The Department of Agriculture is on track to receive $500 million for what it calls “wildfire defense grants to at-risk communities” — money that could help people make changes to their homes or landscape, for example, to make them less vulnerable to fires.
The bill also provides $216 Million to the Bureau of Indian Affairs in order to help tribal nations adapt to climate change and adapt to it. disproportionately hurtClimate change. More than half of that money, $130 million, is to go toward “community relocation” — moving groups of Indigenous Americans away from vulnerable areas.
The plan also provides funding for the Department of Transportation to send money to states to move flood-prone highways. The Environmental Protection Agency will pay communities to relocate drinking water infrastructure that is at risk of flooding or other extreme weather.
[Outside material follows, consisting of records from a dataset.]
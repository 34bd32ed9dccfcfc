//! The effective potential of a rotating molecule, V(r) + ħ²[J(J + 1) − Λ²]/(2μr²), with its bound and quasi-bound
//! levels.

use super::curve::{TAIL_FRACTION, mesh};
use super::densities::{LevelPicture, level_pictures_of};
use super::ladders::{Ladder, Ladders};
use super::views::framed;
use super::{Role, Series, Shape, number};
use crate::figure::geometry::Bounds;
use crate::findings::{Findings, QuasiBoundLevel};
use crate::potential::Potential;
use crate::potential::curve::ScanCurve;
use crate::study::RotatingLevels;
use crate::units::{LengthUnit, to_angstrom, to_per_cm};

/// The curve is followed beyond its barrier by this factor.
const BEYOND_BARRIER: f64 = 1.35;
/// Steps in which turning points are looked for.
const STEPS: u32 = 400;
/// Halvings of a bracket.
const HALVINGS: u32 = 60;

/// A quasi-bound level as drawn.
#[derive(Clone, Debug, PartialEq)]
pub struct QuasiBoundPicture {
    /// Vibrational quantum number, counted on from the bound levels.
    pub v: usize,
    /// Energy above the minimum of the curve without rotation, in cm⁻¹.
    pub energy_per_cm: f64,
    /// Classical turning points inside the barrier, in angstrom.
    pub inside: (f64, f64),
    /// Where it comes out of the barrier, in angstrom.
    pub exit: f64,
}

/// Everything that is drawn of one J.
#[derive(Clone, Debug, PartialEq)]
pub struct RotationPicture {
    /// J.
    pub j: u32,
    /// The potential and the lines of the quasi-bound levels; those behind first.
    pub series: Vec<Series>,
    /// All levels, v ascending; the quasi-bound ones have no density.
    pub levels: Vec<LevelPicture>,
    /// The quasi-bound levels.
    pub quasi_bound: Vec<QuasiBoundPicture>,
    /// Levels without rotation beside those with it.
    pub ladders: Ladders,
    /// The lowest six levels.
    pub near_minimum: Option<Bounds>,
    /// Up to the top of the barrier.
    pub whole_well: Option<Bounds>,
}

/// V_eff in cm⁻¹ above V_e over the bond length in bohr.
struct Effective<'a> {
    curve: &'a ScanCurve,
    /// X/(2μ) in hartree bohr².
    centrifugal: f64,
}

impl Effective<'_> {
    fn per_cm(&self, r_bohr: f64) -> f64 {
        to_per_cm(self.curve.above_minimum().energy_hartree(r_bohr) + self.centrifugal / (r_bohr * r_bohr))
    }

    fn line(&self, from: f64, to: f64) -> Vec<[f64; 2]> {
        let points = mesh(from, to, self.curve.r_e_bohr.value).into_iter();
        points.map(|r| [to_angstrom(r), self.per_cm(r)]).filter(|p| p[1].is_finite()).collect()
    }

    /// Where V_eff crosses an energy between two bond lengths on either side of it.
    fn crossing(&self, energy: f64, (mut below, mut above): (f64, f64)) -> f64 {
        for _ in 0..HALVINGS {
            let middle = 0.5 * (below + above);
            if self.per_cm(middle) < energy { below = middle } else { above = middle }
        }
        0.5 * (below + above)
    }

    /// Turning points of a level behind a barrier, and where it comes out; none where the curve does not hold it.
    fn turning_points(&self, energy: f64, barrier_bohr: f64) -> Option<[f64; 3]> {
        let start = self.curve.scan_range_bohr.0.max(self.curve.range_bohr().0).min(0.6 * barrier_bohr);
        let at = |i: u32| start + (barrier_bohr - start) * f64::from(i) / f64::from(STEPS);
        let bottom = (0..=STEPS).map(at).min_by(|a, b| self.per_cm(*a).total_cmp(&self.per_cm(*b)))?;
        if self.per_cm(bottom) >= energy {
            return None;
        }
        let mut inner = bottom;
        while self.per_cm(inner) < energy {
            inner *= 0.98;
            if inner < 0.02 * bottom {
                return None;
            }
        }
        let mut outer = barrier_bohr;
        while self.per_cm(outer) >= energy {
            outer *= 1.02;
            if outer > 1e4 * barrier_bohr {
                return None;
            }
        }
        Some([
            self.crossing(energy, (bottom, inner)),
            self.crossing(energy, (bottom, barrier_bohr)),
            self.crossing(energy, (outer, barrier_bohr)),
        ])
    }
}

/// What is drawn of the levels of one J; none without a curve or a mass.
pub fn rotation_picture(findings: &Findings, rotating: &RotatingLevels) -> Option<RotationPicture> {
    let (curve, masses) = (findings.curve.as_deref()?, findings.masses.as_ref()?);
    let j = rotating.j;
    let x = findings.settings.levels.rotation_x(j);
    let effective = Effective { curve, centrifugal: x / (2.0 * masses.reduced_mass_me) };
    let quasi: Vec<(&QuasiBoundLevel, QuasiBoundPicture)> =
        rotating.quasi_bound.iter().filter_map(|q| Some((q, quasi_picture(&effective, q)?))).collect();
    let mut series = potential(&effective, rotating, findings.settings.levels.lambda);
    series.extend(quasi.iter().flat_map(|(level, picture)| lines(level, picture)));
    let mut levels = level_pictures_of(findings, &rotating.levels);
    let quasi_bound: Vec<QuasiBoundPicture> = quasi.into_iter().map(|(_, picture)| picture).collect();
    levels.extend(quasi_bound.iter().map(|q| LevelPicture {
        v: q.v,
        energy_per_cm: q.energy_per_cm,
        turning_points: q.inside,
        r: vec![q.inside.0, q.inside.1],
        density: vec![0.0, 0.0],
        parts: Vec::new(),
        scale_per_cm: 0.0,
        quasi_bound: true,
    }));
    Some(RotationPicture {
        j,
        series,
        ladders: ladders(findings, j, &levels),
        near_minimum: near_minimum(&levels).filter(Bounds::is_valid),
        whole_well: whole_well(findings, &effective, rotating).filter(Bounds::is_valid),
        levels,
        quasi_bound,
    })
}

fn quasi_picture(effective: &Effective, level: &QuasiBoundLevel) -> Option<QuasiBoundPicture> {
    let [inner, outer, exit] = effective.turning_points(level.energy_per_cm, level.barrier_bohr)?;
    Some(QuasiBoundPicture {
        v: level.v,
        energy_per_cm: level.energy_per_cm,
        inside: (to_angstrom(inner), to_angstrom(outer)),
        exit: to_angstrom(exit),
    })
}

/// The potential itself, in the scan and beyond it.
fn potential(effective: &Effective, rotating: &RotatingLevels, lambda: u32) -> Vec<Series> {
    let curve = effective.curve;
    let (first, last) = curve.scan_range_bohr;
    let (from, to) = curve.range_bohr();
    let extra = TAIL_FRACTION * (last - first);
    let barrier = rotating.quasi_bound.iter().map(|q| q.barrier_bohr).fold(0.0, f64::max);
    let (inner, outer) =
        ((first - extra).max(from).max(0.3 * first), (last + extra).max(BEYOND_BARRIER * barrier).min(to));
    let j = rotating.j;
    let minus = if lambda == 0 { String::new() } else { format!(" − {}", lambda * lambda) };
    let barrier_words = rotating.quasi_bound.first().map_or_else(String::new, |q| {
        format!(
            " Its barrier stands at {} Å, {} cm⁻¹ above Vₑ.",
            number::fixed(to_angstrom(q.barrier_bohr), 3),
            number::fixed(q.barrier_per_cm, 1)
        )
    });
    let one = |role, about: String, a: f64, b: f64| Series {
        role,
        label: format!("effective, J = {j}"),
        about,
        strong: None,
        shape: Shape::Line(effective.line(a, b)),
    };
    let words = format!("V(r) + ħ²[J(J + 1){minus}]/(2μr²) with J = {j}.{barrier_words}");
    let tail = "The effective potential beyond the scan: a continuation, not data.";
    let end = last.min(to);
    let mut series = Vec::new();
    if inner < first {
        series.push(one(Role::EffectiveTail, tail.to_owned(), inner, first));
    }
    if outer > end {
        series.push(one(Role::EffectiveTail, tail.to_owned(), end, outer));
    }
    series.push(one(Role::Effective, words, first, end));
    series
}

/// A quasi-bound level: dashed inside the barrier, dotted where it tunnels.
fn lines(level: &QuasiBoundLevel, picture: &QuasiBoundPicture) -> [Series; 2] {
    let about = quasi_bound_words(level);
    let one = |role, label: &str, from: f64, to: f64| Series {
        role,
        label: label.to_owned(),
        about: about.clone(),
        strong: None,
        shape: Shape::Line(vec![[from, picture.energy_per_cm], [to, picture.energy_per_cm]]),
    };
    let (inner, outer) = picture.inside;
    [
        one(Role::Tunnelling, "tunnelling", outer, picture.exit),
        one(Role::QuasiBound, "quasi-bound", inner, outer),
    ]
}

/// Energy, width and lifetime of a quasi-bound level in words.
pub fn quasi_bound_words(level: &QuasiBoundLevel) -> String {
    format!(
        "v = {}, J = {}: {} cm⁻¹ above Vₑ, width Γ {} cm⁻¹, lifetime ħ/Γ {}.",
        level.v,
        level.j,
        number::fixed(level.energy_per_cm, 2),
        width_text(level.width_per_cm),
        lifetime_text(level.lifetime_seconds())
    )
}

/// A width in cm⁻¹ with three digits, as a power of ten where it is small.
pub fn width_text(width_per_cm: f64) -> String {
    if width_per_cm >= 1e-3 {
        number::significant(width_per_cm, 3)
    } else {
        number::scientific(width_per_cm, 2)
    }
}

/// A lifetime with its unit, from seconds.
pub fn lifetime_text(seconds: Option<f64>) -> String {
    const UNITS: [(f64, &str); 6] =
        [(1.0, "s"), (1e-3, "ms"), (1e-6, "µs"), (1e-9, "ns"), (1e-12, "ps"), (1e-15, "fs")];
    const YEAR: f64 = 365.25 * 86_400.0;
    let Some(t) = seconds.filter(|t| t.is_finite()) else { return "beyond all measure".to_owned() };
    if t >= YEAR {
        return format!("{} years", number::scientific(t / YEAR, 1));
    }
    let (size, unit) = UNITS.into_iter().find(|(size, _)| t >= *size).unwrap_or(UNITS[5]);
    let value = t / size;
    let text = if value >= 1e3 { number::scientific(value, 2) } else { number::significant(value, 3) };
    format!("{text} {unit}")
}

/// Levels without rotation beside those of J, quasi-bound ones on top.
fn ladders(findings: &Findings, j: u32, levels: &[LevelPicture]) -> Ladders {
    let column = |role, label: String, energies_per_cm| Ladder { role, label, energies_per_cm };
    let mut with: Vec<f64> = Vec::new();
    for level in levels {
        // A level that is not there leaves its place open.
        while with.len() < level.v {
            with.push(f64::NAN);
        }
        with.push(level.energy_per_cm);
    }
    Ladders {
        columns: vec![
            column(
                Role::Scanned,
                "J = 0".to_owned(),
                findings.levels.iter().map(|l| l.energy_per_cm).collect(),
            ),
            column(Role::Effective, format!("J = {j}"), with),
        ],
        first_outside: None,
    }
}

/// The lowest six levels, quasi-bound ones among them.
fn near_minimum(levels: &[LevelPicture]) -> Option<Bounds> {
    let index = levels.len().checked_sub(1)?.min(5);
    let top = &levels[index];
    let spacing = match index.checked_sub(1) {
        Some(below) => top.energy_per_cm - levels[below].energy_per_cm,
        None => 0.2 * top.energy_per_cm,
    };
    Some(framed(top.turning_points, top.energy_per_cm + 0.55 * spacing))
}

/// From the inner wall to beyond the barrier; without a barrier as far as the highest level goes.
fn whole_well(findings: &Findings, effective: &Effective, rotating: &RotatingLevels) -> Option<Bounds> {
    let without = super::views::whole_well(findings, effective.curve)?;
    let Some(quasi) = rotating.quasi_bound.first() else {
        let highest = rotating.levels.last().map_or(0.0, |l| l.energy_per_cm);
        return Some(Bounds { y: (without.y.0, without.y.1.max(1.1 * highest)), ..without });
    };
    let right = to_angstrom(BEYOND_BARRIER * quasi.barrier_bohr);
    let top = quasi.barrier_per_cm.max(without.y.1 / 1.1);
    let room = 0.35 * (quasi.barrier_per_cm - effective.per_cm(LengthUnit::Angstrom.to_bohr(right))).abs();
    Some(Bounds {
        x: (without.x.0, without.x.1.max(right)),
        y: (without.y.0, (top + room).max(1.06 * quasi.barrier_per_cm)),
    })
}

#[cfg(test)]
mod tests {
    use super::*;

    /// At the turning points the effective potential is the energy; the barrier stands between the last two.
    #[test]
    fn quasi_bound_levels_turn_where_the_potential_is_their_energy() {
        let bytes = include_bytes!("../../sample-scans/lih_X_A.csv");
        let settings = crate::settings::Settings::default();
        let scan = crate::scan::read::read_scan("lih_X_A.csv", bytes, &settings.read).expect("a scan");
        let findings = crate::study::study(&scan, &settings).expect("a study");
        let rotating = crate::study::rotating_levels(&findings, 20).expect("levels");
        let picture = rotation_picture(&findings, &rotating).expect("a picture");
        assert!(!picture.quasi_bound.is_empty() && picture.quasi_bound.len() == rotating.quasi_bound.len());
        let curve = findings.curve.as_deref().expect("a curve");
        let mass = findings.masses.as_ref().expect("a mass").reduced_mass_me;
        let effective = Effective { curve, centrifugal: 420.0 / (2.0 * mass) };
        for (level, drawn) in rotating.quasi_bound.iter().zip(&picture.quasi_bound) {
            for r in [drawn.inside.0, drawn.inside.1, drawn.exit] {
                let energy = effective.per_cm(LengthUnit::Angstrom.to_bohr(r));
                assert!((energy - level.energy_per_cm).abs() < 1e-6, "{energy} {}", level.energy_per_cm);
            }
            let barrier = to_angstrom(level.barrier_bohr);
            assert!(drawn.inside.0 < drawn.inside.1 && drawn.inside.1 < barrier && barrier < drawn.exit);
        }
        // What the study lists for the J of its settings is the same.
        let mut listed = settings.clone();
        listed.levels.rotation = vec![20];
        let findings = crate::study::study(&scan, &listed).expect("a study");
        let again = crate::study::rotating_levels(&findings, 20).expect("levels");
        assert_eq!(again.quasi_bound, rotating.quasi_bound);
        assert!(crate::study::rotating_levels(&findings, 0).is_none());
    }

    #[test]
    fn lifetimes_have_a_unit_that_fits() {
        assert_eq!(lifetime_text(Some(2.5e-12)), "2.50 ps");
        assert_eq!(lifetime_text(Some(3.0e-17)), "0.0300 fs");
        assert_eq!(lifetime_text(Some(3.15576e10)), "1.0 × 10³ years");
        assert_eq!(lifetime_text(None), "beyond all measure");
        assert_eq!(width_text(2.62), "2.62");
        assert_eq!(width_text(4.352e-12), "4.35 × 10⁻¹²");
    }
}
Experts in climate change warn that spending on climate adaptation should not be considered a down payment. Without billions of dollars in additional money and aggressive action for reducing carbon dioxide emissions, the cost of adapting to global warming will only rise over the next few years.
“Fifty billion dollars for resilience is both transformational and totally inadequate,” said Shalini Vajjhala, executive director of the San Diego Regional Policy & Innovation Center, a nonprofit associated with the Brookings Institution.
“If you compare the total to some of the largest resilient infrastructure projects being planned in the U.S., it’s tiny,” Ms. Vajjhala said. “This is progress, not perfection.”